▸ **THE TASK**:
What lines of the data include the string "SocketBidClient"? Copy them all.

Saved data entries:
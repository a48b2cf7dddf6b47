// Benchmark: live-sale bids on one hot lot, through the real app (production build, socket.io watchers).
// Run: node --import tsx scripts/bench-bids.ts [--watchers 200 --bidders 20 --seconds 20 --rate 50 --over socket|http]
//        [--profile (CPU profile of the app, summarised)] [--keep-logs] [--wait-idle <s> (wait for a quiet machine first)]
//
// Phase 1 (saturation): W watchers in the lot's room; M dealers bid at the current minimum as fast as answers
// come back for T s → accepted bids/s; then pgbench runs the same transaction shape on its own lot row with M
// clients for T s → baselineTps. Phase 2 (latency): bids sent open loop at R/s for T s; for each accepted bid,
// submission → its broadcast (matched by seq) reached every watcher → p50/p95/p99.
// Both phases count lost and duplicated bids against the answers, the watchers' receipts and the bids table.
// The last line is one JSON object; the exit code is non-zero when a bid was lost or duplicated or the bids table has a
// seq gap. Broadcasts arriving out of seq order are counted and printed, not failed. --profile slows the app down.
// Everything runs on this machine: the load generator, the watchers, pgbench, the app and PostgreSQL share its cores.
import { loadEnvConfig } from "@next/env";
import fs from "node:fs";
import os from "node:os";
import path from "node:path";
import { readBenchArgs } from "./bench-bids/args";
import { audit, percentile, round, type Audit } from "./bench-bids/checks";
import { CpuMeter, cpuLine, machineBusyCores } from "./bench-bids/cpu";
import {
  BidClient,
  Ledger,
  now,
  openLoop,
  saturate,
  SocketBidClient,
  type Accepted,
  type BidSender,
} from "./bench-bids/bidders";
import { runPgbench } from "./bench-bids/pgbench";
import { monotonicUs, summarise, type Window } from "./bench-bids/profile-summary";
import type { Receipts } from "./bench-bids/protocol";
import { ensureBuild, freePort, startServer, type AppServer } from "./bench-bids/server";
import {
  bidRows,
  createDatabase,
  databaseUrl,
  dropDatabase,
  INCREMENT_CENTS,
  migrate,
  OPENING_CENTS,
  seed,
  sessionCookie,
} from "./bench-bids/setup";
import { startWatchers, type Watchers } from "./bench-bids/watchers";
import { GAP_WAIT_MS } from "../lib/realtime/sequencer";

const cwd = path.resolve(path.dirname(new URL(import.meta.url).pathname), "..");
loadEnvConfig(cwd, false, { info: () => undefined, error: console.error });

const { argv, W, M, T, R, WAIT_IDLE, DB } = readBenchArgs();

const log = (m: string) => console.log(`bench-bids: ${m}`);
const secret = process.env.NEXTAUTH_SECRET;
if (!secret) {
  console.error("NEXTAUTH_SECRET is not set (scripts/ensure-env.sh writes .env.local)");
  process.exit(2);
}

const tmp = fs.mkdtempSync(path.join(os.tmpdir(), "getterline-bench-bids-"));
let server: AppServer | undefined;
let watchers: Watchers | undefined;
let client: BidSender | undefined;
let meter: CpuMeter | undefined;
let dbCreated = false;
let failed = false;

let cleaning: Promise<void> | undefined;
function cleanup(): Promise<void> {
  cleaning ??= (async () => {
    client?.close();
    meter?.stop();
    await watchers?.stop().catch((e: Error) => console.error(`bench-bids: stopping watchers: ${e.message}`));
    await server?.stop().catch((e: Error) => console.error(`bench-bids: stopping the app: ${e.message}`));
    if (dbCreated)
      await dropDatabase(DB)
        .then(() => log(`dropped database ${DB}`))
        .catch((e: Error) => console.error(`bench-bids: dropping ${DB}: ${e.message}`));
    if (failed || argv["keep-logs"] || argv.profile) log(`logs kept in ${tmp}`);
    else fs.rmSync(tmp, { recursive: true, force: true });
  })();
  return cleaning;
}
for (const sig of ["SIGINT", "SIGTERM"] as const) {
  process.once(sig, () => {
    failed = true;
    log(`${sig}: cleaning up`);
    void cleanup().finally(() => process.exit(130));
  });
}
// A hard bound on the whole run, whatever happens.
const watchdog = setTimeout(
  () => {
    failed = true;
    console.error("bench-bids: watchdog fired, giving up");
    void cleanup().finally(() => process.exit(3));
  },
  (4 * T + 900 + WAIT_IDLE) * 1000,
);

/** Poll the watchers until every accepted seq reached all of them, or `maxMs` passes. */
async function drain(accepted: Accepted[], maxMs = 15_000): Promise<Receipts | undefined> {
  if (!accepted.length || !watchers) return undefined;
  const seqs = accepted.map((a) => a.seq);
  const from = seqs.reduce((m, s) => Math.min(m, s), Infinity);
  const to = seqs.reduce((m, s) => Math.max(m, s), 0);
  const deadline = now() + maxMs;
  for (;;) {
    const r = await watchers.query(from, to);
    const missing = seqs.filter((s) => (r.counts[s - from] ?? 0) < W).length;
    if (!missing || now() > deadline) return r;
    await new Promise((res) => setTimeout(res, 100));
  }
}

function describe(l: Ledger): string {
  const fmt = (m: Map<string, number>) => [...m.entries()].map(([k, v]) => `${k} ${v}`).join(", ") || "none";
  return `accepted ${l.accepted.length}; refused: ${fmt(l.refused)}; errors: ${fmt(l.errors)}`;
}

function serverLogTail(n = 30): string {
  try {
    return fs
      .readFileSync(server?.logFile ?? path.join(tmp, "server.log"), "utf8")
      .split("\n")
      .slice(-n)
      .join("\n");
  } catch {
    return "(no server log)";
  }
}

async function main(): Promise<number> {
  log(
    `watchers ${W}, bidders ${M}, ${T} s per phase, offered rate ${R}/s; ${os.cpus().length} cores shared by the load generator, watchers, pgbench, the app and PostgreSQL`,
  );
  await ensureBuild(cwd, log);
  // Other work on the machine skews every figure here: say how busy it is, and optionally wait for a quiet moment.
  let busy = await machineBusyCores();
  const idleBy = now() + WAIT_IDLE * 1000;
  while (busy > 0.3 && now() < idleBy) {
    log(`machine busy (${busy.toFixed(2)} cores): waiting for it to settle (--wait-idle ${WAIT_IDLE})`);
    await new Promise((r) => setTimeout(r, 8_000));
    busy = await machineBusyCores();
  }
  log(
    `machine busy before start: ${busy.toFixed(2)} of ${os.cpus().length} cores (other engineers' servers, tests, builds)`,
  );

  const url = databaseUrl(DB);
  await createDatabase(DB);
  dbCreated = true;
  let t0 = now();
  await migrate(cwd, url);
  log(`database ${DB} created and migrated in ${((now() - t0) / 1000).toFixed(1)} s (fsync as the cluster has it)`);
  const seeded = await seed(url, M, W);
  const dealerCookies = await Promise.all(seeded.dealers.map((u) => sessionCookie(u, secret!)));
  const watcherCookies = await Promise.all(seeded.watchers.map((u) => sessionCookie(u, secret!)));
  log(
    `seeded ${M} dealers, ${W} watchers, lot ${seeded.saleLotId} (opening $${OPENING_CENTS / 100}, flat $${INCREMENT_CENTS / 100} increments)`,
  );

  const port = await freePort(3300, 3399);
  const smtpPort = await freePort(3300, 3399, [port]); // nothing listens there: outbid mail fails fast and is logged
  t0 = now();
  server = await startServer({
    cwd,
    port,
    databaseUrl: url,
    smtpPort,
    logFile: path.join(tmp, "server.log"),
    cpuProfDir: argv.profile ? path.join(tmp, "prof") : undefined,
  });
  meter = new CpuMeter(path.join(cwd, ".data", "pg"), DB);
  meter.pids.app = server.child.pid;
  log(
    `app ready on 127.0.0.1:${port} in ${((now() - t0) / 1000).toFixed(1)} s (production build, pid ${server.child.pid})`,
  );

  const w = await startWatchers({
    url: `http://127.0.0.1:${port}`,
    saleLotId: seeded.saleLotId,
    cookies: watcherCookies,
  });
  watchers = w;
  meter.pids.watchers = w.pid;
  log(
    `${W} watchers connected (websocket) and joined lot:${seeded.saleLotId} in ${(w.joinMs / 1000).toFixed(1)} s (pid ${w.pid})`,
  );

  client =
    argv.over === "http"
      ? new BidClient(port, seeded.saleLotId, dealerCookies, Math.max(M, 256))
      : await SocketBidClient.open(port, seeded.saleLotId, dealerCookies);
  log(
    `dealers bid over ${argv.over === "http" ? "HTTP (POST /api/sale-lots/:id/bids)" : "their sockets (bid.place with an ack)"}`,
  );
  const app = server;
  const appGone = () => app.exited() !== null;
  const assertAppUp = (phase: string) => {
    if (appGone())
      throw new Error(
        `the app under test stopped during ${phase} (${app.exited()}): no figures from this run. Was it stopped from outside? Its log: ${app.logFile}`,
      );
  };
  const all: Accepted[] = [];

  // Warm-up: route modules load, JIT, paddle numbers given; audited, not timed.
  const warm = new Ledger();
  warm.minimumCents = OPENING_CENTS;
  await saturate(client, warm, M, 2, "warm-up", appGone);
  assertAppUp("the warm-up");
  all.push(...warm.accepted);
  log(`warm-up (2 s): ${describe(warm)}`);

  // Phase 1: saturation.
  const sat = new Ledger();
  sat.minimumCents = warm.minimumCents;
  const windows: Window[] = [];
  let mark = monotonicUs();
  let cpu0 = meter.snapshot();
  const satRun = await saturate(client, sat, M, T, "saturation", appGone);
  assertAppUp("saturation");
  windows.push({ label: "saturation", fromUs: mark, toUs: monotonicUs() });
  log(`saturation: ${cpuLine(cpu0, meter.snapshot())}`);
  all.push(...sat.accepted);
  const bidsPerSecond = sat.accepted.length / (satRun.elapsedMs / 1000);
  const answerMs = sat.accepted.map((a) => a.answeredAt - a.sentAt);
  log(
    `saturation: ${satRun.sent} requests in ${(satRun.elapsedMs / 1000).toFixed(1)} s = ${(satRun.sent / (satRun.elapsedMs / 1000)).toFixed(0)} req/s; ${describe(sat)}`,
  );
  log(
    `saturation: ${bidsPerSecond.toFixed(1)} accepted bids/s; answer time of accepted bids p50 ${round(percentile(answerMs, 50))} ms, p99 ${round(percentile(answerMs, 99))} ms`,
  );
  t0 = now();
  const satReceipts = await drain(sat.accepted);
  if (satReceipts) {
    const complete = sat.accepted.filter((a) => (satReceipts.counts[a.seq - satReceipts.from] ?? 0) >= W).length;
    log(
      `saturation: ${complete} of ${sat.accepted.length} accepted bids reached all ${W} watchers (drain ${((now() - t0) / 1000).toFixed(1)} s)`,
    );
  }

  // Baseline: the same transaction shape straight into PostgreSQL, on its own lot row, with M clients.
  cpu0 = meter.snapshot();
  const base = await runPgbench({
    database: DB,
    saleLotId: seeded.pgbenchLotId,
    bidderId: seeded.dealers[0]!.id,
    clients: M,
    seconds: T,
    dir: tmp,
    onStart: (pid) => {
      meter!.pids.pgbench = pid;
    },
  });
  log(`baseline: ${cpuLine(cpu0, meter.snapshot())}`);
  const ratio = base.tps > 0 ? bidsPerSecond / base.tps : NaN;
  log(
    `baseline (pgbench, ${M} clients, ${T} s, one hot row): ${base.tps.toFixed(1)} tps (${base.transactions} transactions); ratio ${ratio.toFixed(3)}`,
  );

  // Phase 2: latency at a fixed offered rate, open loop.
  const lat = new Ledger();
  lat.minimumCents = sat.minimumCents;
  assertAppUp("the baseline");
  cpu0 = meter.snapshot();
  mark = monotonicUs();
  const latRun = await openLoop(client, lat, M, T, R, INCREMENT_CENTS, appGone);
  assertAppUp("the latency phase");
  windows.push({ label: "latency", fromUs: mark, toUs: monotonicUs() });
  log(`latency: ${cpuLine(cpu0, meter.snapshot())}`);
  all.push(...lat.accepted);
  log(
    `latency: ${latRun.sent} bids offered at ${R}/s; ${describe(lat)}; send lag behind schedule p99 ${round(percentile(latRun.sendLagMs, 99), 2)} ms, max ${round(
      latRun.sendLagMs.reduce((m, x) => Math.max(m, x), 0),
      2,
    )} ms`,
  );
  const latReceipts = await drain(lat.accepted);
  const latencies: number[] = [];
  if (latReceipts) {
    for (const a of lat.accepted) {
      const i = a.seq - latReceipts.from;
      if ((latReceipts.counts[i] ?? 0) >= W) latencies.push(latReceipts.lastArrival[i]! - a.sentAt);
    }
  }
  const latAnswer = lat.accepted.map((a) => a.answeredAt - a.sentAt);
  log(
    `latency: submission → answer p50 ${round(percentile(latAnswer, 50))} ms, p99 ${round(percentile(latAnswer, 99))} ms; submission → last of ${W} watchers p50 ${round(percentile(latencies, 50))} ms, p95 ${round(percentile(latencies, 95))} ms, p99 ${round(percentile(latencies, 99))} ms, max ${round(latencies.reduce((m, x) => Math.max(m, x), 0))} ms (${latencies.length} bids)`,
  );

  // Audit every accepted bid of the run against the watchers and the table.
  await drain(all, 5_000);
  const receipts = await watchers.query(
    1,
    all.reduce((m, x) => Math.max(m, x.seq), 1),
  );
  const table = await bidRows(url, seeded.saleLotId);
  const a: Audit = audit(all, receipts, W, table);
  const lost = a.lost;
  const duplicated = a.dupBroadcast + a.dupAnswers + a.dupKeys;
  log(
    `audit: ${all.length} accepted answers, ${table.rows.length} bid rows (sale_lots.seq ${table.lotSeq}); lost: ${a.lostBroadcast} not broadcast to every watcher, ${a.lostTable} not in the table; duplicated: ${a.dupBroadcast} broadcast copies, ${a.dupAnswers} answers, ${a.dupKeys} keys; seq gaps ${a.gaps}; unanswered rows ${a.unanswered}; broadcasts without a row ${a.phantom}`,
  );
  log(
    `audit: order at the watchers: ${receipts.outOfOrder} arrivals behind a later seq, ${receipts.jumps} arrivals skipping a seq not yet seen; ${receipts.refetches} refetches after a ${GAP_WAIT_MS} ms wait; ${receipts.batches} batched frames`,
  );
  if (receipts.orderExamples.length) log(`audit: first arrivals out of order: ${receipts.orderExamples.join("; ")}`);
  log(
    `audit: watcher disconnects ${receipts.disconnects}, connect errors ${receipts.connectErrors}, still connected ${receipts.connected} of ${W}`,
  );
  for (const e of a.examples) log(`  ${e}`);
  const serverLog = fs.readFileSync(server.logFile, "utf8");
  const count = (re: RegExp) => (serverLog.match(re) ?? []).length;
  log(
    `app log: ${count(/\[api\] unexpected error/g)} unexpected errors, ${count(/\[socket adapter\]/g)} adapter errors, ${count(/\[mail\]/g)} mail failures (expected: nothing listens on ${smtpPort})`,
  );

  await watchers.stop();
  watchers = undefined;
  await server.stop();
  if (argv.profile) {
    const dir = path.join(tmp, "prof");
    // The app's main thread only (the other profiles are tsx's loader thread, idle after start).
    const files = (fs.existsSync(dir) ? fs.readdirSync(dir) : []).filter((f) => f.endsWith(".cpuprofile")).sort();
    const main = files.find((f) => /\.0\.\d+\.cpuprofile$/.test(f)) ?? files[0];
    if (main) for (const w of windows) console.log(summarise(path.join(dir, main), 30, w));
  }
  server = undefined;

  const ok = lost === 0 && duplicated === 0 && a.gaps === 0 && a.phantom === 0;
  if (!ok) failed = true;
  await cleanup();
  clearTimeout(watchdog);
  console.log(
    JSON.stringify({
      watchers: W,
      bidders: M,
      seconds: T,
      bidsPerSecond: round(bidsPerSecond),
      baselineTps: round(base.tps),
      ratio: round(ratio, 3),
      offeredRate: R,
      p50Ms: round(percentile(latencies, 50)),
      p95Ms: round(percentile(latencies, 95)),
      p99Ms: round(percentile(latencies, 99)),
      lost,
      duplicated,
      outOfOrder: receipts.outOfOrder + receipts.jumps,
      refetches: receipts.refetches,
    }),
  );
  return ok ? 0 : 1;
}

main().then(
  (code) => process.exit(code),
  async (e: Error) => {
    failed = true;
    console.error(`bench-bids: ${e.stack ?? e.message}`);
    if (server) console.error(`bench-bids: last lines of the app's log:\n${serverLogTail()}`);
    await cleanup();
    // Still one JSON line last, saying the run gave no figures.
    console.log(
      JSON.stringify({ watchers: W, bidders: M, seconds: T, offeredRate: R, error: e.message.split("\n")[0] }),
    );
    process.exit(1);
  },
);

▸ **ANSWER BOX**:
  SocketBidClient,
      : await SocketBidClient.open(port, seeded.saleLotId, dealerCookies);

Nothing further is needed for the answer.